Drought May Turn Millet Into American Staple Food

The only time most people in the US see put millet when they put it in the birdfeeder, but University of California, Berkeley researcher Amrita Hazra says we ought to start eating it ourselves.

Hazra and her colleagues on the Millet Project are cultivating millets, testing millet recipes, and offering samples of millet-based products at local food events and exhibits.

Millet is a grain crop that’s been a staple food for humans in many parts of the world. In the United States, millet varietiess are mostly used in grain mixes for various kinds of birds, and they’re also forage crops for cattle and poultry.

Today, despite being lesser known in Western society, millets are widely cultivated and consumed in many countries in Africa (Ethiopia, Tanzania, Nigeria) and Asia (India, China).

Before the popularity of rice, corn, and wheat, millet was a staple food, especially in the semi-arid regions of South and East Asia, Africa, and parts of Europe. In China, records of domestication of foxtail millet and proso millet date back to approximately 10,000 years ago.

Inherently Drought-tolerant

The five millet species commonly grown as commercial crops ar:

    • Proso
    • Foxtail
    • Pearl
    • Japanese barnyard
    • Browntop

There are also many other types.

The drought in California is in its fourth year and has brought growers, consumers, policymakers, and food activists together. Millets are robust dryland crops—many millet varieties are inherently drought-tolerant.

Millets also are nutritious whole grains that are gluten-free. Different members of the millet family contain different portfolios of nutrients—millet grains often contain lower carbohydrates as compared to rice, corn, or wheat, and higher levels of proteins, fiber, and certain minerals such calcium, magnesium, phosphorous, and iron.

Millets can be grown from seed quite easily at higher temperatures, can grow in skeletal soils and seldom require synthetic fertilizers. They have a short growing period of 100 to 110 days from seed to grain, and as a result are commonly used as rotation crops between the growth of the other crops. Most millet grains are not easily affected by storage pests.

Is California The Perfect Place To Grow Millets?

California is in a drought. Given that a large percentage of the state’s water goes toward agriculture, growing drought-tolerant crops such as millets is a natural first step to diversify agriculture.
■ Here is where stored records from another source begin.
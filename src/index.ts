// The public API of kinhue: the commands as functions (restore, score, the review sheet, fit for train and
// tune), the model (load, save, predict), the in-memory colourisation and the colour conversions that
// scripts around them need, with their errors and types. Everything else is internal. Re-exports only.
export { VERSION } from './version.js';
export {
  ErrorCodes,
  InputError,
  isKinhueError,
  KinhueError,
  ModelError,
  UsageError,
  type ErrorCode,
  type KinhueErrorOptions,
} from './errors.js';
export { OutputOnInputError } from './files/index.js';
export {
  colouriseLightness,
  planRestore,
  restore,
  RESTORE_DEFAULTS,
  type ColouriseOptions,
  type FileFailure,
  type FormatChoice,
  type HintsNotUsed,
  type PlanAction,
  type PlannedFile,
  type ProvenanceRecord,
  type RestoreEvent,
  type RestoreOptions,
  type RestorePlan,
  type RestoreSettings,
  type RestoreSummary,
} from './batch/index.js';
export {
  formatScoreTable,
  makeSheet,
  score,
  scoreToJson,
  writeScoreFiles,
  type ScoreEvent,
  type ScoreOptions,
  type ScoreReport,
  type SheetOptions,
} from './report/index.js';
export { fit, type FitEvent, type FitOptions, type FitResult } from './training/index.js';
export {
  DEFAULT_MODEL_DIR,
  findFaces,
  initBackend,
  loadFaceFinder,
  loadModel,
  predict,
  saveModel,
  type BackendInfo,
  type Decoding,
  type FaceBox,
  type FaceFinder,
  type KinhueModel,
  type PredictOptions,
} from './model/index.js';
export { labToSrgb, srgbToLab, type LabPlanes } from './colour/index.js';
export { parseHints, writeStarterHints, type Hints } from './hints/index.js';
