/**
 * A small seeded generator of uniform numbers in [0, 1): mulberry32 (common practice), for reproducible
 * samples where no state has to be saved (reference photos, benchmarks, tests). Training, whose random
 * state is checkpointed, uses `training/random.ts` (sfc32).
 * @example
 *   const next = seededUniform(7);
 *   next(); // the same number on every run
 */
export function seededUniform(seed: number): () => number {
  let t = seed >>> 0;
  return () => {
    t = (t + 0x6d2b79f5) >>> 0;
    let r = Math.imul(t ^ (t >>> 15), 1 | t);
    r = (r + Math.imul(r ^ (r >>> 7), 61 | r)) ^ r;
    return ((r ^ (r >>> 14)) >>> 0) / 4294967296;
  };
}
The idea is to have small portions of a variety of foods to keep a sustained intake of nutrients and micronutrients. But in the United States, growers are mainly cultivating monocultures of a few types of crops, and this is reflected on supermarket shelves and on our plates—big portions of a very small variety of food crops.
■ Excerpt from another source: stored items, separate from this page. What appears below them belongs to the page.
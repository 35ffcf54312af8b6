/**
 * `kinhue score <colour photos...> [--model <dir>]... [--out <dir>] [--json]`: takes the colour
 * out of colour originals, puts it back with each model and two baselines, and measures how close
 * each comes to the original.
 */
import type { ArgumentsCamelCase, Argv, CommandModule } from 'yargs';
import { UsageError } from '../../errors.js';
import { formatScoreTable, score, scoreToJson, writeScoreFiles, type ScoreEvent } from '../../report/index.js';
import { ExitCode } from '../exit-codes.js';
import { Progress } from '../progress.js';

const EXAMPLE = 'kinhue score demo-photos/originals --model models/kinhue-base --model models/mine';

/** The `score` command line as yargs parses it. */
export interface ScoreArgs {
  photos: string[];
  model?: string[];
  out?: string;
  json: boolean;
  'work-size'?: number;
  skin: boolean;
}

/**
 * Checks a parsed `score` command line. Pure: throws UsageError with an example.
 * @example
 *   check({ photos: ['originals/'], model: ['models/a', 'models/b'] }); // true
 */
export function check(argv: Partial<ScoreArgs>): true {
  const fail = (message: string): never => {
    throw new UsageError(`${message}\nExample usage: ${EXAMPLE}`);
  };
  const photos = argv.photos ?? [];
  if (photos.length === 0 || photos.some((p) => typeof p !== 'string' || p.trim() === '')) fail('name at least one colour photo or folder of them');
  const models = argv.model ?? [];
  if (models.some((m) => typeof m !== 'string' || m.trim() === '')) fail('--model needs a model folder');
  if (new Set(models).size !== models.length) fail('the same --model is named twice');
  if (argv.out !== undefined && (typeof argv.out !== 'string' || argv.out.trim() === '')) fail('--out needs a folder');
  const size = argv['work-size'];
  if (size !== undefined && !(Number.isInteger(size) && size >= 64 && size <= 4096)) fail(`--work-size must be a whole number from 64 to 4096, got ${size}`);
  return true;
}

export const command: CommandModule<object, ScoreArgs> = {
  command: 'score <photos...>',
  describe: 'measure models against colour originals, beside a grey and a colour-transfer baseline',
  builder: (yargs: Argv) =>
    (yargs
      .positional('photos', { type: 'string', array: true, describe: 'colour originals: files and folders (searched recursively)' })
      .option('model', { type: 'string', array: true, describe: 'model folder; repeat to compare models (default: the shipped model)' })
      .option('out', { type: 'string', describe: `folder to write kinhue-score.csv and kinhue-score.json into` })
      .option('json', { type: 'boolean', default: false, describe: 'print the report as JSON instead of a table' })
      .option('work-size', { type: 'number', describe: 'long side in pixels at which the model runs (as for restore)' })
      .option('skin', { type: 'boolean', default: true, describe: 'give the faces found a skin hue, as restore does; --no-skin to score the model alone' })
      .example(EXAMPLE, 'compare the shipped model with a tuned one on the demo originals')
      .example('kinhue score originals/ --out scores/ --json', 'write CSV and JSON, and print JSON') as unknown as Argv<ScoreArgs>)
      .check((argv) => check(argv as Partial<ScoreArgs>)),
  handler: async (argv: ArgumentsCamelCase<ScoreArgs>) => {
    const progress = new Progress();
    const onEvent = (event: ScoreEvent): void => {
      if (event.type === 'photo') progress.update(event.done / event.total, `scoring ${event.done}/${event.total}  ${event.file}`, event.done === event.total);
    };
    const report = await score({ photos: argv.photos, models: argv.model, workSize: argv['work-size'], skin: argv.skin, out: argv.out, onEvent });
    progress.done();
    if (argv.out) {
      const files = await writeScoreFiles(report, argv.out);
      (argv.json ? console.error : console.log)(`wrote ${files.csv} and ${files.json}`);
    }
    if (argv.json) process.stdout.write(scoreToJson(report));
    else console.log(formatScoreTable(report));
    process.exitCode = report.failures.length ? ExitCode.SOME_FAILED : ExitCode.OK;
  },
};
Introducing diversity in agriculture in California will be a big step and a model for changing the mindsets of growers and consumers in other parts of the country.
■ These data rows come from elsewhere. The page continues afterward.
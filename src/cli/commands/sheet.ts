/**
 * `kinhue sheet <restore output folder> [-o <file.html>] [--embed]`: one HTML page for reviewing a
 * restore run side by side in a browser, offline.
 */
import type { ArgumentsCamelCase, Argv, CommandModule } from 'yargs';
import { UsageError } from '../../errors.js';
import { makeSheet, SHEET_DEFAULTS, type SheetOptions } from '../../report/index.js';
import { ExitCode } from '../exit-codes.js';
import { addOptions, checkOptions, coreOptions, type CliArgs, type OptionTable } from '../option-table.js';

const EXAMPLE = 'kinhue sheet demo-restored -o demo-restored/review.html';

/** The core options the command line offers. */
type CoreFlags = Required<Pick<SheetOptions, 'embed'>> & Pick<SheetOptions, 'output'>;

/** The `sheet` command line as yargs parses it. */
export type SheetArgs = { run: string } & CliArgs<CoreFlags>;

const CORE_FLAGS: OptionTable<CoreFlags> = {
  output: {
    type: 'string',
    alias: 'o',
    describe: 'the page to write (default: <run>/kinhue-sheet.html)',
    check: (o) =>
      typeof o !== 'string' || o.trim() === ''
        ? '-o needs a file name ending in .html'
        : !/\.html?$/i.test(o)
          ? `-o must name an .html file, got ${o}`
          : undefined,
  },
  embed: {
    type: 'boolean',
    default: SHEET_DEFAULTS.embed,
    describe: 'put the pictures inside the page (as previews) instead of linking to them',
  },
};

/**
 * Checks a parsed `sheet` command line. Pure: throws UsageError with an example.
 * @example
 *   check({ run: 'restored', output: 'restored/review.html' }); // true
 */
export function check(argv: Partial<SheetArgs>): true {
  if (typeof argv.run !== 'string' || argv.run.trim() === '')
    throw new UsageError(`name the output folder of a restore run\nExample usage: ${EXAMPLE}`);
  checkOptions(argv, CORE_FLAGS, EXAMPLE);
  return true;
}

export const command: CommandModule<object, SheetArgs> = {
  command: 'sheet <run>',
  describe: 'make one HTML page to review a restore run: scan, result and confidence side by side',
  builder: (yargs: Argv) =>
    (
      addOptions(yargs, CORE_FLAGS)
        .positional('run', { type: 'string', describe: 'the output folder of a restore run' })
        .example(EXAMPLE, 'review the demo run; open the page in any browser, no network needed')
        .example(
          'kinhue sheet restored -o review.html --embed',
          'a single file to send or archive, pictures included',
        ) as unknown as Argv<SheetArgs>
    ).check((argv) => check(argv as Partial<SheetArgs>)),
  handler: async (argv: ArgumentsCamelCase<SheetArgs>) => {
    const sheet = await makeSheet({ ...coreOptions(argv, CORE_FLAGS), run: argv.run });
    const failed = sheet.failed ? `, ${sheet.failed} failed` : '';
    console.log(`wrote ${sheet.output} (${sheet.restored} restored${failed}); open it in a browser`);
    process.exitCode = ExitCode.OK;
  },
};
The movement has begun—the United Nations recently noted that 2016 will be the “International Year of the Pulses” (beans, peas, lentils, and chickpeas), the UN’s Food and Agriculture Organization declared quinoa as the grain of the year in 2013, and the Whole Grains Council has celebrated millet and teff (a cereal grain native to northeastern Africa, also a minor millet) as a grain of the month.